Here's the insight that often gets lost in the NC debate: the teams shipping the best voice agents aren't choosing between noise cancellation and a great STT model. They're investing in an STT model with strong native noise robustness first, then layering NC surgically—VAD-only, environment-matched, benchmarked—on top. The preprocessing should complement the model, not compensate for it. If you're spending more engineering time tuning your noise cancellation than evaluating your STT provider, you've got the priority order backwards.

Ship Voice Agents That Handle Real-World Audio

AssemblyAI's streaming speech-to-text delivers 300ms immutable transcripts with intelligent endpointing—designed for noisy, real-world conversations. Try it free.

Frequently asked questions

Does noise cancellation improve speech-to-text accuracy?

No—in most cases, it actually makes it worse. A December 2025 study found that original noisy audio produced lower error rates than noise-enhanced audio across all 40 tested configurations on leading ASR models. Modern speech-to-text systems like AssemblyAI's Universal-3 Pro Streaming are trained on diverse, real-world audio and have already learned to handle noise natively. Noise cancellation is more effective when applied to VAD and turn-taking logic rather than to the STT input itself.

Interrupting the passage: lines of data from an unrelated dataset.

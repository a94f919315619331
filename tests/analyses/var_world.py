"""A small study whose scenarios a VAR judges: two variables that hazards read, one that only a collateral-free LGD passes over."""

from __future__ import annotations

from pathlib import Path

import numpy as np
import pandas as pd

from stresskit.runs.setting import Setting
from tests.analyses.world import setting_of
from tests.cli.small_study import STUDY, reworded, write_small_study, write_texts

VARIABLES = """\
    unemployment_rate: {unit: percent, place: linear}
    house_price_index: {unit: index, place: linear}
    policy_rate: {unit: percent, place: step}
"""
FEATURES = """\
    unemployment_change: {of: unemployment_rate, transform: difference, over: 4, lag: 1}
    house_price_growth: {of: house_price_index, transform: log_growth, over: 4, lag: 1}
    policy_rate_change: {of: policy_rate, transform: difference, over: 2, lag: 0}
  var:
    variables: {unemployment_rate: difference, house_price_index: log_difference, policy_rate: difference}
    lags: 1
    floors: {unemployment_rate: 0, policy_rate: 0}
"""
BASELINE = """\
scenario: baseline
starts: 2021Q1
paths:
  unemployment_rate: {values: [5.0, 5.0, 4.9, 4.9, 4.9, 4.9, 4.9, 4.9]}
  house_price_index: {values: [151, 152, 153, 154, 155, 156, 157, 158]}
  policy_rate: {values: [2.0, 2.0, 2.0, 2.0, 2.0, 2.0, 2.0, 2.0]}
afterwards: {unemployment_rate: {revert_to: 5.2, over: 4}, house_price_index: {grow_by: 1%}, policy_rate: hold}
"""
SLUMP = """\
scenario: slump
based_on: baseline
starts: 2021Q1
paths:
  unemployment_rate: {add_to: baseline, values: [1.0, 2.0, 3.0, 3.5, 3.0, 2.0, 1.0], then: zero}
  house_price_index: {change_from: baseline, peak: -15%, at: 2022Q1, back_by: 2023Q4}
  policy_rate: {add_to: baseline, values: [-0.5, -1.0, -1.0], then: zero}
"""


def study_text(*, payoff_reads_rate: bool = True) -> str:
    changes = [
        (
            "    unemployment_rate: {unit: percent, place: linear}\n    policy_rate: {unit: percent, place: step}\n",
            VARIABLES,
        ),
        (
            "    unemployment_change: {of: unemployment_rate, transform: difference, over: 4, lag: 1}\n",
            FEATURES,
        ),
        (
            "      - {macro: unemployment_change, expect: positive}\n",
            "      - {macro: unemployment_change, expect: positive}\n      - {macro: house_price_growth}\n",
        ),
    ]
    if payoff_reads_rate:
        changes.append(
            ("      - {age: linear}\n", "      - {age: linear}\n      - {macro: policy_rate_change}\n")
        )
    return reworded(STUDY, *changes)


def write_var_study(
    folder: Path, *, more: str = "", payoff_reads_rate: bool = True, loans: int = 600
) -> Path:
    """study.yaml and its inputs; ``more``: text at the end of the study."""
    write_small_study(folder, loans=loans)
    rng = np.random.default_rng(77)
    table = pd.read_csv(folder / "macro.csv")
    n = len(table)
    shocks = (
        rng.normal(size=(n, 3))
        @ np.linalg.cholesky([[1.0, -0.4, -0.3], [-0.4, 1.0, 0.2], [-0.3, 0.2, 1.0]]).T
    )
    table["unemployment_rate"] = (
        (table["unemployment_rate"] + 0.1 * np.cumsum(shocks[:, 0])).clip(lower=2).round(3)
    )
    table["house_price_index"] = 150 * np.exp(np.cumsum(0.004 + 0.012 * shocks[:, 1]))
    table["house_price_index"] = (
        table["house_price_index"] * 150 / table["house_price_index"].iloc[-1]
    ).round(3)
    table["policy_rate"] = (2.0 + 0.15 * (np.cumsum(shocks[:, 2]) - shocks[:, 2].sum())).clip(0.2).round(3)
    table.to_csv(folder / "macro.csv", index=False)
    return write_texts(folder, study_text(payoff_reads_rate=payoff_reads_rate) + more, BASELINE, SLUMP)


def with_contracts(folder: Path) -> Path:
    """The study with every channel moving: floating rates, discounting at them, LGD from collateral."""
    study = write_var_study(folder)
    loans = pd.read_csv(folder / "loans.csv")
    first = loans.groupby("id")["owed"].transform("first")
    loans["price"] = (first * (0.8 + 0.4 * (pd.factorize(loans["id"])[0] % 7) / 6)).round(2)
    loans.to_csv(folder / "loans.csv", index=False)
    text = study.read_text()
    text = text.replace("  segments: [product, place]\n", "  segments: [product, place]\n  static: [price]\n")
    text = text.replace(
        "  lgd: {by: product, values: {fixed: 0.3, floating: 0.45}}\n  discount: rate\n",
        "  lgd: {collateral: {value: price, index: house_price_index, valued: as_of, haircut: 0.2, cost: 0.05, floor: 0.05}}\n"
        "  discount: rate_path\n",
    )
    text = text.replace(
        "loss:\n",
        "rates:\n  by: product\n  values:\n    fixed: fixed\n    floating: {index: policy_rate, margin: 0.02, reset_months: 3}\nloss:\n",
    )
    study.write_text(text)
    return study


def var_setting(folder: Path, **options: object) -> Setting:
    """The study, fitted and set up."""
    return setting_of(write_var_study(folder, **options))  # type: ignore[arg-type]
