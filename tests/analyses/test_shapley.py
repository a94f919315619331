"""Splits of a difference against published cases, all orders by hand, and the axioms that define them."""

from __future__ import annotations

import json
from itertools import permutations

import numpy as np
import pytest
from hypothesis import given, settings
from hypothesis import strategies as st
from hypothesis.extra.numpy import arrays

from stresskit.analyses.shapley import log_mean_split, shapley, split
from tests.shared_inputs import shared

#: misc_checks.json, "attribution": PD 0.02 -> 0.05, LGD 0.40 -> 0.55, EAD 100 -> 110; EL 0.8 -> 3.025. Its figures were made
#: outside this project: Shapley values by the formula over subsets, LMDI by logarithmic means.
BEFORE, AFTER = {"PD": 0.02, "LGD": 0.4, "EAD": 100.0}, {"PD": 0.05, "LGD": 0.55, "EAD": 110.0}
SHAPLEY = {"PD": 1.5, "LGD": 0.555, "EAD": 0.17}
LMDI = {"PD": 1.5328294137845717, "LGD": 0.5327296555641406, "EAD": 0.15944093065128845}


def product_game() -> np.ndarray:
    names = list(BEFORE)
    return np.array(
        [np.prod([(AFTER if m >> i & 1 else BEFORE)[n] for i, n in enumerate(names)]) for m in range(8)]
    )


def by_orders(values: np.ndarray) -> np.ndarray:
    """Every order in which players can join, each as good as another."""
    k = values.shape[0].bit_length() - 1
    out, orders = np.zeros((k, *values.shape[1:])), list(permutations(range(k)))
    for order in orders:
        there = 0
        for i in order:
            out[i] += (values[there | 1 << i] - values[there]) / len(orders)
            there |= 1 << i
    return out


def test_a_product_of_three_splits_as_published() -> None:
    np.testing.assert_allclose(shapley(product_game()), list(SHAPLEY.values()), rtol=1e-12)
    found = log_mean_split(*({n: np.array(v) for n, v in side.items()} for side in (BEFORE, AFTER)))
    for name, value in LMDI.items():
        assert float(found[name]) == pytest.approx(value, rel=1e-12)


def test_the_shared_check_still_says_so() -> None:
    file = shared("checks/misc_checks.json")
    found = json.loads(file.read_text())["attribution"]
    assert found["shapley"] == pytest.approx(SHAPLEY)
    assert found["lmdi"] == pytest.approx(LMDI)


games = arrays(np.float64, (8, 2), elements=st.floats(-1e6, 1e6))


@settings(max_examples=60, deadline=None)
@given(games)
def test_the_formula_is_the_mean_over_all_orders(values: np.ndarray) -> None:
    scale = max(1.0, np.abs(values).max())
    np.testing.assert_allclose(shapley(values), by_orders(values), atol=1e-12 * scale)


@settings(max_examples=60, deadline=None)
@given(games, st.permutations([0, 1, 2]))
def test_efficiency_and_names_do_not_matter(values: np.ndarray, order: list[int]) -> None:
    scale = max(1.0, np.abs(values).max())
    found = shapley(values)
    np.testing.assert_allclose(found.sum(axis=0), values[-1] - values[0], atol=1e-12 * scale)
    moved = np.array([sum(1 << order[i] for i in range(3) if m >> i & 1) for m in range(8)])
    renamed = np.empty_like(values)
    renamed[moved] = values
    np.testing.assert_allclose(shapley(renamed)[order], found, atol=1e-12 * scale)


@settings(max_examples=60, deadline=None)
@given(arrays(np.float64, 4, elements=st.floats(-1e6, 1e6)))
def test_a_player_that_changes_nothing_gets_exactly_nothing(small: np.ndarray) -> None:
    values = np.concatenate([small, small])  # the third player joins, and nothing happens
    found = split(values)
    assert found.shares[2] == 0.0
    assert found.alone[2] == 0.0
    assert found.removed[2] == 0.0
    np.testing.assert_allclose(found.shares[:2], shapley(small), atol=1e-12 * max(1.0, np.abs(small).max()))


@settings(max_examples=60, deadline=None)
@given(arrays(np.float64, 6, elements=st.floats(-1e6, 1e6)))
def test_players_that_do_the_same_get_the_same(x: np.ndarray) -> None:
    # coalitions by (first, second, third): the first two stand for each other
    values = np.array([x[0], x[1], x[1], x[2], x[3], x[4], x[4], x[5]])
    found = shapley(values)
    assert found[0] == pytest.approx(found[1], abs=1e-9 * max(1.0, np.abs(x).max()))


@settings(max_examples=100, deadline=None)
@given(arrays(np.float64, (2, 3), elements=st.one_of(st.just(0.0), st.floats(1e-6, 1e6))))
def test_the_log_mean_split_adds_up_with_nothing_left_even_at_zero(x: np.ndarray) -> None:
    before, after = ({n: np.array(v) for n, v in zip("abc", row, strict=True)} for row in x)
    found = sum(float(v) for v in log_mean_split(before, after).values())
    change = float(np.prod(x[1]) - np.prod(x[0]))
    assert found == pytest.approx(change, rel=1e-9, abs=1e-12 * max(1.0, float(np.prod(x, axis=1).max())))


def test_values_of_some_coalitions_only_are_refused() -> None:
    with pytest.raises(ValueError, match="3 values are not those of all coalitions"):
        shapley(np.zeros(3))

How does noise cancellation affect voice agent turn-taking?

This is where noise cancellation shines. Background noise frequently triggers false "speech started" events, causing the voice agent to interrupt itself or misread when a user is done talking. By cleaning the audio before it reaches the VAD, noise cancellation reduces false-positive speech detection by up to 3.5x, leading to smoother, more natural conversations. The key is routing cleaned audio to VAD only—not to the STT model.

What's the difference between noise cancellation and VAD tuning for voice agents?

They solve different problems. Noise cancellation removes persistent background audio—HVAC hum, traffic, crowd noise—from the signal itself. VAD tuning adjusts how sensitive your system is to detecting speech, which is better for intermittent sounds like coughs, door slams, or keyboard typing. VAD tuning is free, adds no latency, and carries no risk to STT accuracy, so it should always be your first step before considering noise cancellation.

Should I preprocess audio before sending it to a speech-to-text API?

Generally, no. Modern speech-to-text APIs are built to handle noisy, real-world audio without external preprocessing. AssemblyAI's streaming speech-to-text, powered by Universal-3 Pro Streaming, is trained on diverse acoustic conditions and performs best on unprocessed audio. If you're experiencing issues, start by tuning your VAD thresholds and checking your pipeline architecture before adding noise cancellation to the audio sent to STT.

How does AssemblyAI handle noisy audio without preprocessing?

AssemblyAI's Universal-3 Pro Streaming model is trained on large-scale, diverse datasets that include real-world noise conditions—background chatter, traffic, low-quality microphones, and more. This means the model has learned to be noise-robust by default, without requiring external preprocessing. Combined with intelligent endpointing and streaming speech-to-text designed for voice agent pipelines, it handles challenging acoustic environments out of the box while delivering 300ms immutable transcripts.